So I suppose there comes a time in every blogger's life where you have to give up a little too much personal information in order to properly make your point. And I suppose that time for me has come now.
Being back home in New York for the holidays should be a time for friends, family, warmth, love and giving. For me, it is a time to be trapped on a rooftop in TriBeCa at 4:30 in the morning. I'm slowly developing hypothermia as I write this, and drinking the half a beer that I had to pretty much channel my inner Jet Li to obtain, so please excuse my normally impeccable rationality as it slowly spirals into psychosis. God, I feel like the guy from The Mist slowly writing his way towards his impending doom. If the last of my memoirs is this tale, I suppose it is only appropriate that this be the legacy I leave.
One of my very favorite people in the whole world (although he is losing points by the minute as he taunts me with his full beer and the other one I KNOW he's got in his pocket; Either that or I chose the absolute right person to be trapped with) lives in this beautiful apartment in downtown Manhattan.

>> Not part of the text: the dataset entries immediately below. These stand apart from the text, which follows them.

/**
 * Hopf curve from a Hopf point of a seed diagram (frequency ω): v and c span the null space of
 * J² + ω² I (the two smallest right singular vectors, ml-matrix SVD), κ = ω². Each direction stops
 * where κ changes sign (the Hopf curve ends in a Bogdanov-Takens point and goes on as neutral
 * saddles, which are not Hopf points); that point is located (test κ) and the κ < 0 end point dropped.
 */
export function hopfCurve(
  sys: TwoParameterSystem, sp: SpecialPoint, b: number, swept: 'first' | 'second', o: CurveOptions, index: number, diagnostics: Diagnostic[], isCancelled: () => boolean,
): { traced: Traced; found: Omit<MapPoint, 'id'>[] } | null {
  const n = sys.dimension;
  const omega = sp.frequency;
  if (omega === undefined || !(omega > 0)) return null;
  const x = Float64Array.from(sp.x);
  const j = sys.jacobian(x, sp.p, b, new Float64Array(n * n));
  const m = new Float64Array(n * n);
  for (let i = 0; i < n; i++) {
    for (let k = 0; k < n; k++) {
      let s = 0;
      for (let l = 0; l < n; l++) s += j[i * n + l] * j[l * n + k];
      m[i * n + k] = s + (i === k ? omega * omega : 0);
    }
  }
  const svd = new SingularValueDecomposition(Matrix.from1DArray(n, n, m), { computeLeftSingularVectors: false });
  const order = svd.diagonal.map((_, i) => i).sort((p, q) => svd.diagonal[p] - svd.diagonal[q]);
  const v0 = Float64Array.from({ length: n }, (_, r) => svd.rightSingularVectors.get(r, order[0]));
  const c0 = Float64Array.from({ length: n }, (_, r) => svd.rightSingularVectors.get(r, order[1]));
  const ext = new HopfSystem(sys, c0);
  const y0 = new Float64Array(2 * n + 3);
  y0.set(x, 0);
  y0.set(v0, n);
  y0[2 * n] = omega * omega;
  y0[2 * n + 1] = sp.p;
  y0[2 * n + 2] = b;
  ext.rebase(y0);
  const start = startOn(ext, y0, b, swept, 'Hopf point', diagnostics, sp, sys);
  if (!start) return null;
  // Stop where κ leaves (0, ∞): a Bogdanov-Takens point, beyond which the system describes neutral saddles.
  const stop = (pa: CurvePoint, pb: CurvePoint) => (pa.y[2 * n] > 0 && !(pb.y[2 * n] > 0) ? 'bogdanov-takens' as const : null);
  const { pts, ends } = bothWays(ext, start.y, start.t, o, { isCancelled, stop });
  const id = `h${index + 1}`;
  const found: Omit<MapPoint, 'id'>[] = [];
  const ys = pts.map((p) => p.y);
  // Replace each stopped end (κ <= 0) by the located Bogdanov-Takens point.
  for (const [side, end] of ends.entries()) {
    if (end !== 'bogdanov-takens') continue;
    const outer = side === 0 ? 0 : ys.length - 1;
    const inner = side === 0 ? 1 : ys.length - 2;
    const ya = ys[inner];
    const yb = ys[outer];
    ext.rebase(ya);
    const hit = locateOnChord(ext, ya, yb, ya[2 * n], yb[2 * n], (y) => y[2 * n]);
    if (hit) {
      ys[outer] = hit.y;
      found.push({
        type: 'bogdanov-takens', p: [hit.y[2 * n + 1], hit.y[2 * n + 2]], x: Array.from(hit.y.subarray(0, n)), curves: [id],
        evidence: {
          reason: `ω² of the critical pair reaches zero along the Hopf curve (${ya[2 * n].toPrecision(3)} before, ${yb[2 * n].toPrecision(3)} after): the pair ±iω merges into a double zero eigenvalue, where the Hopf curve ends on a saddle-node curve`,
          testFunction: 'κ = ω² in (J² + κ I) v = 0',
          before: ya[2 * n], after: yb[2 * n], atPoint: hit.value, converged: hit.converged,
        },
      });
    } else {
      ys.splice(outer, 1);
      diagnostics.push({ level: 'warning', code: 'locate-failed', message: `curve ${id}: ω² changes sign at its end but the Bogdanov–Takens point could not be computed; not reported` });
    }
  }
  const curve = asMapCurve(id, 'hopf', ys, ends, (y) => ({ p: [y[2 * n + 1], y[2 * n + 2]], x: Array.from(y.subarray(0, n)), frequency: Math.sqrt(Math.max(0, y[2 * n])) }), { sp, b, swept }, diagnostics);
  return { traced: { curve, ys }, found };
}

export function branchPointCurve(
  sys: TwoParameterSystem, sp: SpecialPoint, b: number, swept: 'first' | 'second', o: CurveOptions, index: number, diagnostics: Diagnostic[], isCancelled: () => boolean,
): { traced: Traced; found: Omit<MapPoint, 'id'>[] } | 'no-symmetry' | null {
  const n = sys.dimension;
  const x = Float64Array.from(sp.x);
  const j = sys.jacobian(x, sp.p, b, new Float64Array(n * n));
  const phi = nullVector(j, n);
  const symmetry = findSymmetry(sys, x, phi, sp.p, b);
  if (!symmetry) return 'no-symmetry';
  const m = symmetry.pairs.length;
  const u0 = new Float64Array(m);
  symmetry.pairs.forEach(([i], q) => (u0[q] = phi[i]));
  let nu = 0;
  for (const v of u0) nu += v * v;
  nu = Math.sqrt(nu);
  for (let q = 0; q < m; q++) u0[q] /= nu;
  const ext = new SymmetricBranchPointSystem(sys, symmetry, u0);
  const y0 = ext.reduce(x, phi.map((v) => v / nu), sp.p, b);
  const N = ext.size;
  const start = startOn(ext, y0, b, swept, 'branch point (restricted to the symmetric subspace)', diagnostics, sp, sys);
  if (!start) return null;
  const { pts, ends } = bothWays(ext, start.y, start.t, o, { isCancelled });
  const id = `bp${index + 1}`;
  const ys = pts.map((p) => p.y);
  const curve = asMapCurve(id, 'pitchfork', ys, ends, (y) => ({ p: [y[N - 2], y[N - 1]], x: Array.from(ext.stateOf(y)) }), { sp, b, swept }, diagnostics);
  // Where a saddle-node curve of the symmetric branch meets this curve: det of J on Fix changes sign.
  const found: Omit<MapPoint, 'id'>[] = [];
  const dets = ys.map((y) => ext.symmetricDeterminant(y));
  locateSignChanges(ext, ys, dets, (y) => ext.symmetricDeterminant(y), (hit, i) => ({
    type: 'saddle-node-meets-pitchfork', p: [hit.y[N - 2], hit.y[N - 1]], x: Array.from(ext.stateOf(hit.y)), curves: [id],
    evidence: {
      reason: `the Jacobian restricted to the symmetric states changes the sign of its determinant along the pitchfork curve (${dets[i].toPrecision(3)} before, ${dets[i + 1].toPrecision(3)} after): the symmetric branch has a saddle-node here, so a saddle-node curve meets the pitchfork curve (a double zero eigenvalue, one symmetric and one antisymmetric null vector)`,
      testFunction: 'det of J_x on the symmetric subspace',
      before: dets[i], after: dets[i + 1], atPoint: hit.value, converged: hit.converged,
    },
  }), `curve ${id}: the symmetric block's determinant changes sign between two points but no point between them could be computed; not reported`, found, diagnostics);
  // Degenerate pitchfork: the cubic coefficient changes sign (a saddle-node curve of asymmetric states ends here).
  const cubic = ys.map((y) => ext.cubicCoefficient(y));
  locateSignChanges(ext, ys, cubic, (y) => ext.cubicCoefficient(y), (hit, i) => ({
    type: 'degenerate-pitchfork', p: [hit.y[N - 2], hit.y[N - 1]], x: Array.from(ext.stateOf(hit.y)), curves: [id],
    evidence: {
      reason: `the pitchfork's cubic coefficient changes sign along the pitchfork curve (${cubic[i].toPrecision(3)} before, ${cubic[i + 1].toPrecision(3)} after): the asymmetric branches switch sides, and a saddle-node curve of asymmetric states ends on the pitchfork curve here`,
      testFunction: 'c3 = p·C(v,v,v)/6 − p·B(v, J⁻¹B(v,v))/2 (J⁻¹ on the symmetric subspace, C by a central difference)',
      before: cubic[i], after: cubic[i + 1], atPoint: hit.value, converged: hit.converged,
    },
  }), `curve ${id}: the pitchfork's cubic coefficient changes sign between two points but no point between them could be computed; not reported`, found, diagnostics);
  return { traced: { curve, ys }, found };
}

I decided to bundle up like an Appalachian hunter and trek in to spend the night playing cards and drinking beers with this lovely man. Fast forward to a few hours later, we are both long past a light buzz and someone is wearing a feather boa and someone else has donned both elbow and knee pads. I will leave it up to you to determine which one is my outfit of choice. Both are very good guesses.
So in our not at all inebriated states of mind, we decide that we should go have a few drinks on the roof to enjoy the view. Now packing for the roof was an episode in and of itself. We could (and should) have gone to Tahiti for a week with what we took up here. We made sure we were plentiful on brews, blankets, Tostitos and for reasons I'm still unclear on, a laptop. Someone's a workaholic and if you guess me, well then you haven't been paying attention.
So let's fast forward to a little later. More drinks in the hole and we're downing them cuddled under a fuzzy blanket. It's sort of sweet, actually. But then comes the Stars catastrophe. Being that my quitting smoking went swimmingly, I panic when my lighter falls over the edge of the roof (even more so than I panicked when a hoodie I lived in for a while went down). I get up and walk over to the stairwell where my purse had dumped over on our way up, praying some matches went renegade and were laying abandoned on a stair somewhere. No luck, of course. On my way back up, I successfully drop my cigarettes behind me and go to pick them up without moving my legs. Why? I don't know. I truly wish I did but I do not and am sure I shall regret it for a long time to come. On my super graceful return, the door slams shut and locks on its own by virtue of nothing I've done wrong whatsoever. (Popular retelling of this tale will tell you that I kicked the door shut then slammed against it and laughed uncontrollably for 10 minutes, but this is why I'm clearing it up now.)
So after 20 MORE minutes, the doormen arrive to rescue my drunken companion and me. But now the door is jammed. So I sit here writing my blog, nursing what may be my last beer ever and I'm still laughing through my rage.
Why do the doors have to lock from the outside? We are a million damn flights up. If someone's spidey skills have enabled them to make it on top of this building, let them on in, I say. They earned it. And to be perfectly frank, I'm sure If they can scale 26-story Manhattan buildings to land on the rooftop, I have no doubt in their skills to pick a lock to get into the building. Have you ever known a criminal to concoct a lever and pulley system to soar through the air and perform professional level acrobatics to land unharmed upon a rooftop to then look at a door and be like, "Oh crap, it's locked. F this." Yeah, neither have I.
Please use the comments section to send prayers for my blue extremities and to share tales of your own follies with things that lock when they aren't supposed to. Fingers crossed that someone has a chastity belt story.